Nanny McPhee answers their appeal and distracts Aunt Adelaide by making the family’s donkey dance. But the reprieve is only momentary, and she reminds the children that someone must be in Aunt Adelaide’s carriage when she leaves. The Brown girls respond with surprising selflessness, but Simon saves the day by asking Evangeline, who longs to be an educated lady, to go with Aunt Adelaide. The switch is made, the girls are safe, and the children begin to reevaluate this nanny whom they thought was their enemy. They also notice that something very mysterious is happening; as they learn Nanny McPhee’s lessons, her looks appear to change. The warts go, the nose gets smaller, the single eyebrow separates into two normal ones. Has she really changed? Or is it just their attitude towards her that has changed?

As Mr Brown’s marriage deadline approaches he begrudgingly invites to tea the dreadful Mrs Quickly, a woman so eager for his affections that she flirted with him throughout her third husband’s funeral. Simon tries unsuccessfully to tell his father their concerns about a new stepmother so Simon turns to Nanny McPhee for help. Though she refuses to help directly, she agrees not to interfere if the children try to drive Mrs. Quickly away.

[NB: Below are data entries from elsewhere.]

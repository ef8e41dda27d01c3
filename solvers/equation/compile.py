"""Compiling: any list of sympy expressions -> Python code with arguments (x..., *params).

Generated code contains no user string: the unknowns become ``_x0, _x1, ...`` and the
parameters ``_p0, _p1, ...`` before printing. Each expression list is compiled once, on
two paths: numpy (vectorised; parameters may be arrays that broadcast against x and each
other) and the ``math`` module (much faster on one float; compiled at the first scalar
call; every domain error there raises, and the numpy path then gives the nan/inf). Both
paths agree, signed zeros included (see :mod:`solvers.equation.functions`).
Unit conversion, when parameters carry units, belongs before the call: the code sees
plain floats or float arrays.
"""

from __future__ import annotations

import math
from collections.abc import Callable, Sequence
from numbers import Real
from typing import Any

import numpy as np
import sympy as sp
from sympy.printing.lambdarepr import LambdaPrinter
from sympy.printing.numpy import NumPyPrinter

from solvers.equation.functions import (
    SPECIAL_UFUNCS,
    _ieee_maximum,
    _ieee_minimum,
    _real_heaviside,
    _real_max,
    _real_min,
    _real_pow,
    _real_sign,
)
from solvers.equation.parser import _BIG_INT


def _float_code(number: Any) -> str:
    try:
        value = float(number)
    except OverflowError:
        value = math.inf if number > 0 else -math.inf
    if math.isfinite(value):
        return repr(value)  # round-trip exact (sympy's default prints 15 digits)
    return "(1e999)" if value > 0 else "(-1e999)"


_HUGE = sp.Float(np.finfo(float).max)
_TINY = sp.Float(np.finfo(float).tiny)


def _out_of_range(c: Any) -> bool:
    """Whether a number is nonzero but beyond what a double holds (or subnormal)."""
    return bool(c.is_Number and c != 0 and (abs(c) > _HUGE or abs(c) < _TINY))
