def _new_point(w: Work, s: dict[str, Any], code: np.ndarray, x: np.ndarray, fx: np.ndarray,
               x1, f1, x2, f2, idx: np.ndarray | None = None) -> np.ndarray:
    """The tests at a bracketing iterate x (ends (x1, f1), (x2, f2)), in the scalar order:
    not finite; an exact zero (root, underflow inside, or carried from an end's stretch
    of underflow). The arguments are of the rows ``idx`` (None: every row of the
    arrays). Returns f to go on with."""
    mark(code, ~np.isfinite(fx), NOT_FIN)
    zero = np.flatnonzero(fx == 0.0)
    if zero.size:
        rows = zero if idx is None else idx.take(zero)
        root, inside, value = iterate_zero(w, rows, x[zero], x1[zero], f1[zero], x2[zero],
                                           f2[zero], s["xtol"] + s["rtol"] * np.abs(x[zero]))
        code[zero[root]] = EXACT
        code[zero[inside]] = NOT_FIN
        fx = fx.copy()
        fx[zero] = value
        w.tiny = w.tiny or bool(carried(value).any())
    return fx


def bisection(w: Work, s: dict[str, Any]) -> None:
    """Bisection on every row's bracket: the midpoint each iterate."""
    xtol, rtol, ftol, cap = (s[k] for k in ("xtol", "rtol", "ftol", "max_iter"))
    start_brackets(w, s)
    if not w.size:
        return
    swap = w.a > w.b
    w.lo, w.hi = np.where(swap, w.b, w.a), np.where(swap, w.a, w.b)
    w.flo, w.fhi = np.where(swap, w.fb, w.fa), np.where(swap, w.fa, w.fb)
    del w.a, w.b, w.fa, w.fb
    while w.size:
        w.tick()
        lo_better = np.abs(w.flo) <= np.abs(w.fhi)
        best, fbest = np.where(lo_better, w.lo, w.hi), np.where(lo_better, w.flo, w.fhi)
        w.mid = 0.5 * w.lo + 0.5 * w.hi
        code = w.codes()
        closed = w.hi - w.lo <= xtol + rtol * np.abs(best)
        if w.k < cap:  # two adjacent doubles cannot be split: closed as well
            closed |= ~((w.lo < w.mid) & (w.mid < w.hi))
        _closed(w, code, closed, w.lo, w.flo, w.hi, w.fhi)
        if w.k >= cap:
            code[code < 0] = MAX_IT
        w.finish(code, best, fbest)
        if not w.size:
            break
        fmid = w.f(w.mid)
        w.k += 1
        code = w.codes()
        fmid = _new_point(w, s, code, w.mid, fmid, w.lo, w.flo, w.hi, w.fhi)
        left = np.flatnonzero(same_sign(fmid, w.flo) & (code < 0))
        right = np.flatnonzero(~same_sign(fmid, w.flo) & (code < 0))
        w.lo[left], w.flo[left] = w.mid[left], fmid[left]
        w.hi[right], w.fhi[right] = w.mid[right], fmid[right]
        mark(code, np.abs(fmid) <= ftol, F_TOL)
        w.finish(code, w.mid, fmid)


def _regula_falsi(w: Work, s: dict[str, Any], illinois_rule: bool) -> None:
    xtol, rtol, ftol, cap = (s[k] for k in ("xtol", "rtol", "ftol", "max_iter"))
    start_brackets(w, s)
    if not w.size:
        return
    # (xb, fb) the newest point, (xa, fa) the retained end of opposite sign; ga the value
    # interpolated at xa (fa, or halved by the Illinois rule)
    w.xa, w.xb, w.ga = w.a, w.b, w.fa.copy()
    del w.a, w.b
    nan = np.full(w.size, np.nan)
    if not illinois_rule:
        w.previous, w.previous_step, w.previous_ratio = nan.copy(), nan.copy(), nan.copy()
    w.probe = nan.copy()
    while w.size:
        w.tick()
        lo, hi = np.minimum(w.xa, w.xb), np.maximum(w.xa, w.xb)
        use_probe = (lo < w.probe) & (w.probe < hi)  # (false where there is none: NaN)
        denominator = w.fb - w.ga  # never zero: fb and ga have opposite signs
        special = np.isinf(denominator) | (w.ga == 0.0)
        if special.any():
            fraction = np.where(special, 1.0 / (1.0 - w.ga / w.fb), w.fb / denominator)
        else:
            fraction = w.fb / denominator
        x = np.where(use_probe, w.probe, w.xb - fraction * (w.xb - w.xa))
        w.fallback = ~use_probe & ~((lo < x) & (x < hi))
        w.checking = ~np.isnan(w.probe)
        if w.fallback.any():  # rounding put the chord's zero on an end: the midpoint
            x = np.where(w.fallback, 0.5 * lo + 0.5 * hi, x)
        w.x = x
        a_better = np.abs(w.fa) < np.abs(w.fb)
        w.best, w.fbest = np.where(a_better, w.xa, w.xb), np.where(a_better, w.fa, w.fb)
        code = np.full(w.size, MAX_IT if w.k >= cap else -1, dtype=np.int8)
        if w.k < cap:
            _closed(w, code, w.fallback & ~((lo < x) & (x < hi)), w.xa, w.fa, w.xb, w.fb)
        w.finish(code, w.best, w.fbest)
        if not w.size:
            break
        w.probe = np.full(w.size, np.nan)
        fx = w.f(w.x)
        w.k += 1
        code = w.codes()
        fx = _new_point(w, s, code, w.x, fx, w.xa, w.fa, w.xb, w.fb)
        w.fx = fx
        # (a row that stops here reports best, the end of smaller |f| before this iterate,
        # as the scalar method does: for exact zero and ftol the iterate itself, below)
        same = same_sign(fx, w.fb)
        moved = np.flatnonzero(~same)
        if illinois_rule:  # xa retained once more: halve its value to pull the next over
            w.ga = np.where(same, 0.5 * w.ga, w.fb)
        else:
            w.ga[moved] = w.fb[moved]
        w.xa[moved], w.fa[moved] = w.xb[moved], w.fb[moved]
        w.xb, w.fb = w.x, fx
        mark(code, np.abs(fx) <= ftol, F_TOL)
        converged_here = (code == EXACT) | (code == F_TOL)
        a_better = np.abs(w.fa) < np.abs(w.fb)
        best = np.where(a_better, w.xa, w.xb)
        fbest = np.where(a_better, w.fa, w.fb)
        closed = (code < 0) & (np.abs(w.xb - w.xa) <= xtol + rtol * np.abs(best))
        _closed(w, code, closed, w.xa, w.fa, w.xb, w.fb)
        w.finish(code, np.where(converged_here, w.x, best), np.where(converged_here, fx, fbest))
        if illinois_rule or not w.size:
            continue  # Illinois: both ends move, so the bracket width alone decides
        _false_position_estimate(w, xtol, rtol)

Mrs. Quickly arrives and the pranks commence. A toad in the teapot, worms in her sandwiches, a tarantula lowered into her silly blonde curls all backfire and drive her and their father closer together. In the end Mrs. Quickly leaves in a fury, sure that Mr. Brown has been attempting to seduce her all afternoon without the benefit of marriage. Left without hope, Mr. Brown confesses all to the children and tells them that the family is about to be pulled apart. Nanny McPhee challenges the children to figure out on their own what to do. The children go to Mrs. Quickly’s house and persuade her to return to Mr. Brown, then persuade their father to propose to the awful woman. That night, Mr. Brown apologises to his children for not trusting them and they apologise to him for their bad behaviour. They are now a happy family once again, if only for the few days before the wedding. Nanny McPhee reveals to Mr. Brown that he has learned one of her most important lessons: to listen. And once again, her looks seem to change.

On the day of the wedding, it seems that the Browns face an impossible dilemma. Will Mr. Brown really have to marry Mrs. Quickly? Will the children be able to figure out on their own how to save the day? Nanny McPhee’s magic, in tandem now with the children’s own cleverness, brings about a series of hilarious and emotional surprises, transforming it into a day of glorious happiness for the family and a sad reminder for her that when children want her but no longer need her, she has to go.